Stored data entries:
────────
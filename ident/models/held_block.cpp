// SPDX-License-Identifier: GPL-3.0-or-later
#include "ident/models/held_block.h"

#include <cmath>

namespace hoverwright::ident {
namespace {

/// ∫₀¹ sᵏ exp(-ys) ds = Σ (-y)ⁿ / (n! (n + k + 1)), for |y| <= 1: 19 terms leave less than 1/19! ~ 1e-17.
double moment_series(double y, int k) {
  double term = 1.0;
  double sum = 0.0;
  for (int n = 0; n < 19; ++n) {
    const double addend = term / (n + k + 1);
    sum += addend;
    if (std::abs(addend) < 1e-18) break;
    term *= -y / (n + 1);
  }
  return sum;
}

}  // namespace

std::complex<double> expm1(std::complex<double> z) {
  const double half_sine = std::sin(0.5 * z.imag());
  const double real = std::expm1(z.real()) * std::cos(z.imag()) - 2.0 * half_sine * half_sine;
  return {real, std::exp(z.real()) * std::sin(z.imag())};
}

ExponentialMoments exponential_moments(double pole, double span) {
  const double y = pole * span;
  double m0, m1, m2;
  if (std::abs(y) <= 1.0) {
    m0 = moment_series(y, 0);
    m1 = moment_series(y, 1);
    m2 = moment_series(y, 2);
  } else {
    const double decay = std::exp(-y);
    m0 = -std::expm1(-y) / y;
    m1 = (m0 - decay) / y;
    m2 = (2.0 * m1 - decay) / y;
  }
  return {span * m0, span * span * m1, span * span * span * m2};
}

HeldBlock::HeldBlock(double pole_rad_s, double sample_s, double advance_s)
    : pole(pole_rad_s),
      decay_sample(std::exp(-pole_rad_s * sample_s)),
      decay_advance(std::exp(-pole_rad_s * advance_s)),
      sample(exponential_moments(pole_rad_s, sample_s)),
      advance(exponential_moments(pole_rad_s, advance_s)) {}

HeldResponse held_response(const HeldBlock& block, double omega_sample, double sample_s, double advance_s) {
  using Complex = std::complex<double>;
  const Complex one_minus_w = -expm1(Complex(0.0, -omega_sample));
  const Complex w = 1.0 - one_minus_w;
  // Denominator Q = 1 - exp(-pΔ) w and numerator N with derivatives in p.
  const Complex q = -expm1(Complex(-block.pole * sample_s, -omega_sample));
  const Complex q1 = sample_s * block.decay_sample * w;
  const Complex q2 = -sample_s * q1;
  const Complex n = one_minus_w * block.advance.zeroth + w * block.sample.zeroth;
  const Complex n1 = -(one_minus_w * block.advance.first + w * block.sample.first);
  const Complex n2 = one_minus_w * block.advance.second + w * block.sample.second;

  const Complex inverse = 1.0 / q;
  HeldResponse response;
  response.value = n * inverse;
  response.slope = (n1 - response.value * q1) * inverse;
  response.curvature = (n2 - 2.0 * response.slope * q1 - response.value * q2) * inverse;
  response.by_advance = one_minus_w * block.decay_advance * inverse;
  response.by_advance_slope = -response.by_advance * (advance_s + q1 * inverse);
  return response;
}

}  // namespace hoverwright::ident
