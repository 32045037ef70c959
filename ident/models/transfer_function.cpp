// SPDX-License-Identifier: GPL-3.0-or-later
#include "ident/models/transfer_function.h"

#include <numbers>

namespace hoverwright::ident {

std::complex<double> TransferFunction::response(double frequency_hz) const {
  const std::complex<double> s(0.0, 2.0 * std::numbers::pi * frequency_hz);
  std::complex<double> value = gain * std::exp(-delay_s * s);
  for (const auto& zero : zeros) value *= s - zero;
  for (const auto& pole : poles) value /= s - pole;
  return value;
}

}  // namespace hoverwright::ident
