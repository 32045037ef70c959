// SPDX-License-Identifier: GPL-3.0-or-later
#include "ident/models/structure.h"

#include <fmt/format.h>

#include <algorithm>
#include <cmath>
#include <numbers>
#include <set>
#include <utility>

#include "ident/failure.h"
#include "ident/models/axis_numbers.h"
#include "ident/strict_json.h"

namespace hoverwright::ident {
namespace {

// Typical ranges: common practice for craft between a few hundred grams and some tens of kilograms. They
// guide a reader and a start, nothing is limited to them.
ParameterSpec effectiveness(double low, double high, std::string unit) {
  return {"effectiveness", std::move(unit), true, low, high};
}
const ParameterSpec kDamping{"damping", "1/s", false, 0.0, 5.0};
const ParameterSpec kMotorLag{"motor_lag", "s", true, 0.01, 0.2};
const ParameterSpec kReactionLead{"reaction_lead", "s", true, 0.01, 1.0};
const ParameterSpec kDelay{"delay", "s", false, 0.001, 0.05};

}  // namespace

Structure::Structure(std::string name, std::string formula, Numerator numerator,
                     std::vector<ParameterSpec> parameters)
    : name_(std::move(name)),
      formula_(std::move(formula)),
      numerator_(numerator),
      parameters_(std::move(parameters)) {}

const std::vector<Structure>& Structure::all() {
  static const std::vector<Structure> structures = [] {
    std::vector<Structure> list;
    list.push_back({"rate_damped",
                    "K / (s + a) exp(-delay s)",
                    Numerator::one,
                    {effectiveness(1.0, 1000.0, "rad/s^2"), kDamping, kDelay}});
    list.push_back({"rate_motor_lag",
                    "K / ((s + a)(T s + 1)) exp(-delay s)",
                    Numerator::one,
                    {effectiveness(10.0, 1000.0, "rad/s^2"), kDamping, kMotorLag, kDelay}});
    list.push_back({"yaw_reaction",
                    "K (T_z s + 1) / ((s + a)(T s + 1)) exp(-delay s)",
                    Numerator::lead,
                    {effectiveness(1.0, 100.0, "rad/s^2"), kDamping, kMotorLag, kReactionLead, kDelay}});
    list.push_back({"heave_accel",
                    "K s / ((s + a)(T s + 1)) exp(-delay s)",
                    Numerator::rate,
                    {effectiveness(5.0, 100.0, "m/s^2"), kDamping, kMotorLag, kDelay}});
    list.push_back({"climb_rate",
                    "K / ((s + a)(T s + 1)) exp(-delay s)",
                    Numerator::one,
                    {effectiveness(5.0, 100.0, "m/s^2"), kDamping, kMotorLag, kDelay}});
    return list;
  }();
  return structures;
}

const Structure& Structure::find(std::string_view name) {
  const auto& structures = all();
  const auto found = std::find_if(structures.begin(), structures.end(),
                                  [&](const Structure& s) { return s.name() == name; });
  if (found != structures.end()) return *found;
  const auto known = names();
  const std::string nearest = nearest_word(name, std::set<std::string>(known.begin(), known.end()));
  throw Failure(FailureKind::bad_input, fmt::format("unknown structure \"{}\"", name), "",
                fmt::format("did you mean \"{}\"? Known structures: {}", nearest, fmt::join(known, ", ")));
}

std::vector<std::string> Structure::names() {
  std::vector<std::string> list;
  for (const Structure& structure : all()) list.push_back(structure.name());
  return list;
}

bool Structure::has_parameter(std::string_view parameter) const {
  return std::any_of(parameters_.begin(), parameters_.end(),
                     [&](const ParameterSpec& p) { return p.name == parameter; });
}

Eigen::Index Structure::index_of(std::string_view parameter) const {
  for (std::size_t i = 0; i < parameters_.size(); ++i)
    if (parameters_[i].name == parameter) return static_cast<Eigen::Index>(i);
  std::vector<std::string> known;
  for (const auto& spec : parameters_) known.push_back(spec.name);
  throw Failure(FailureKind::bad_input, fmt::format("structure {} has no parameter \"{}\"", name_, parameter),
                "", fmt::format("its parameters are {}", fmt::join(known, ", ")));
}

AxisNumbers Structure::numbers(const Eigen::VectorXd& parameters) const {
  if (parameters.size() != static_cast<Eigen::Index>(parameters_.size()))
    throw Failure(
        FailureKind::bad_input,
        fmt::format("structure {} has {} parameters, {} given", name_, parameters_.size(), parameters.size()),
        "", "");
  for (std::size_t i = 0; i < parameters_.size(); ++i) {
    const double value = parameters[static_cast<Eigen::Index>(i)];
    // The effectiveness may be negative (reversed wiring): the fit reports that in words.
    const bool must_be_positive = parameters_[i].logarithmic && parameters_[i].name != "effectiveness";
    if (!std::isfinite(value) || (must_be_positive && value <= 0.0) || (i == 0 && value == 0.0))
      throw Failure(
          FailureKind::bad_input, fmt::format("{} of {} is {}", parameters_[i].name, name_, value), "",
          must_be_positive ? "it must be positive" : "it must be finite, the effectiveness not zero");
  }
  AxisNumbers n;
  n.gain = parameters[index_of("effectiveness")];
  n.damping = parameters[index_of("damping")];
  if (has_parameter("motor_lag")) n.lag = parameters[index_of("motor_lag")];
  n.lead_is_parameter = numerator_ == Numerator::lead;
  n.lead = numerator_ == Numerator::one    ? 0.0
           : numerator_ == Numerator::rate ? 1.0
                                           : parameters[index_of("reaction_lead")];
  n.constant = numerator_ == Numerator::rate ? 0.0 : 1.0;
  n.delay = parameters[index_of("delay")];
  return n;
}

TransferFunction Structure::transfer_function(const Eigen::VectorXd& parameters) const {
  const AxisNumbers n = numbers(parameters);
  TransferFunction transfer;
  transfer.gain = n.gain * (n.lead != 0.0 ? n.lead : n.constant) / n.lag.value_or(1.0);
  if (n.lead != 0.0) transfer.zeros.emplace_back(-n.constant / n.lead);
  transfer.poles.emplace_back(-n.damping);
  if (n.lag) transfer.poles.emplace_back(-1.0 / *n.lag);
  transfer.delay_s = n.delay;
  return transfer;
}

Eigen::VectorXcd Structure::continuous_response(const Eigen::VectorXd& parameters,
                                                const Eigen::VectorXd& frequency_hz,
                                                Eigen::MatrixXcd* jacobian) const {
  using Complex = std::complex<double>;
  const AxisNumbers n = numbers(parameters);
  const double lag = n.lag.value_or(0.0);
  Eigen::VectorXcd response(frequency_hz.size());
  if (jacobian != nullptr) jacobian->resize(frequency_hz.size(), parameters.size());
  for (Eigen::Index k = 0; k < frequency_hz.size(); ++k) {
    const Complex s(0.0, 2.0 * std::numbers::pi * frequency_hz[k]);
    const Complex slow = 1.0 / (s + n.damping);
    const Complex fast = 1.0 / (lag * s + 1.0);
    const Complex rest = slow * fast * std::polar(1.0, -s.imag() * n.delay);
    const Complex unit = (n.lead * s + n.constant) * rest;
    response[k] = n.gain * unit;
    if (jacobian == nullptr) continue;
    Eigen::Index column = 0;
    (*jacobian)(k, column++) = unit;
    (*jacobian)(k, column++) = -response[k] * slow;
    if (n.lag) (*jacobian)(k, column++) = -response[k] * s * fast;
    if (n.lead_is_parameter) (*jacobian)(k, column++) = n.gain * s * rest;
    (*jacobian)(k, column) = -response[k] * s;
  }
  return response;
}

Eigen::VectorXcd Structure::sampled_response(const Eigen::VectorXd& parameters,
                                             const Eigen::VectorXd& frequency_hz, double sample_rate_hz,
                                             Eigen::MatrixXcd* jacobian) const {
  if (!(sample_rate_hz > 0.0))
    throw Failure(FailureKind::bad_input, fmt::format("sample rate {} Hz is not positive", sample_rate_hz),
                  "", "");
  return sampled_axis_response(numbers(parameters), frequency_hz, sample_rate_hz, jacobian);
}

}  // namespace hoverwright::ident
────────
Exercise details: Look through the data above for the word "formula". Report each line where it occurs.

Response to this task:
Structure::Structure(std::string name, std::string formula, Numerator numerator,
      formula_(std::move(formula)),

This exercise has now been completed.